Step 1: Substitute \( y = \frac{x+1}{x} \) into the equation. This results in the quadratic equation:
\(y^2 - 3y + 2 = 0\).
Step 2: Solve the quadratic equation \(y^2 - 3y + 2 = 0\) using the quadratic formula \( y = \frac{-b \pm \sqrt{b^2 - 4ac}}{2a} \), with \( a = 1, b = -3, c = 2 \).
\(y = \frac{-(-3) \pm \sqrt{(-3)^2 - 4 \cdot 1 \cdot 2}}{2 \cdot 1}\)
\(y = \frac{3 \pm \sqrt{9 - 8}}{2}\)
\(y = \frac{3 \pm 1}{2}\)
The solutions for \(y\) are \(y = 2\) and \(y = 1\).

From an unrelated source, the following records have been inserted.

def test_a_harness_proofs_temperature_from_a_volts_step_is_refused(tmp_path: Path) -> None:
    harness = (
        '\n[[steps]]\nid = "harness"\nkind = "harness-proof"\ncapture_to = "w.csv"\n'
        'temperature_from = "ref"\n'
    )
    path = write(tmp_path, "seq.toml", SEQUENCE_HEAD + volts_step("ref") + harness)
    problem = only(problems_of(load_sequence, path), "steps[1].temperature_from")
    assert "gives a temperature in degC" in problem.message
    assert "'ref', a step of kind volts" in problem.message


def test_a_reference_from_a_volts_step_is_accepted(tmp_path: Path) -> None:
    text = SEQUENCE_HEAD + volts_step("ref") + DIVIDER_STEP.format(source="ref")
    sequence = load_sequence(write(tmp_path, "seq.toml", text))
    assert sequence.step("divider").inputs == {"reference_from": ("ref", "V")}


# The meter's range, its integration time (NPLC) and the settle before a reading belong to a
# step that reads the meter; a decision rule to one judged against an uncertainty (common
# practice, no published source).  On a step without them the key did nothing, silently.
@pytest.mark.parametrize(
    ("step", "key", "says"),
    [
        (
            'kind = "prompt"\ntext = "ok?"\nrange = "10 V"\n',
            "range",
            "a prompt step takes no range: it asks the operator; no meter is read",
        ),
        ('kind = "soak"\nduration = "1 s"\nnplc = 10\n', "nplc", "a soak step takes no nplc"),
        ('kind = "soak"\nduration = "1 s"\nrange = "auto"\n', "range", "takes no range"),
        ('kind = "prompt"\ntext = "ok?"\nsettle = "1 s"\n', "settle", "takes no settle"),
        (
            'kind = "prompt"\ntext = "ok?"\ndecision_rule = "guarded"\n',
            "decision_rule",
            "a prompt step takes no decision_rule: it asks the operator; nothing is measured",
        ),
        (
            'kind = "supply-current"\nmax = "1 A"\nrange = "1 A"\n'
            'supply = { pos = "S_SIG", neg = "S_GND", voltage = "5 V", limit = "0.1 A" }\n',
            "range",
            "a supply-current step takes no range: it reads the supply's own readback",
        ),
    ],
    ids=["prompt-range", "soak-nplc", "soak-range-auto", "prompt-settle", "prompt-rule", "current"],
)
def test_a_key_the_step_kind_has_no_use_for_is_refused(
    tmp_path: Path, step: str, key: str, says: str
) -> None:
    text = SEQUENCE_HEAD + '\n[[steps]]\nid = "a"\n' + step
    path = write(tmp_path, "seq.toml", text)
    problem = only(problems_of(load_sequence, path), f"steps[0].{key}")
    assert says in problem.message
    assert problem.line == line_of(text, f"{key} =")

Step 3: Substitute back \( y = \frac{x+1}{x} \) to find \( x \):
Case 1: For \( y = 2\):
\( \frac{x+1}{x} = 2\)
\( x+1 = 2x\)
\( x = 1\).
Case 2: For \( y = 1\):
\( \frac{x+1}{x} = 1\)
\( x+1 = x\)
This simplifies to \( 1=0 \), which is an impossible statement. Therefore, there is no solution for \( x \) in this case.
The only distinct real root is \(x = 1\).
Consequently, the number of distinct real roots is 1.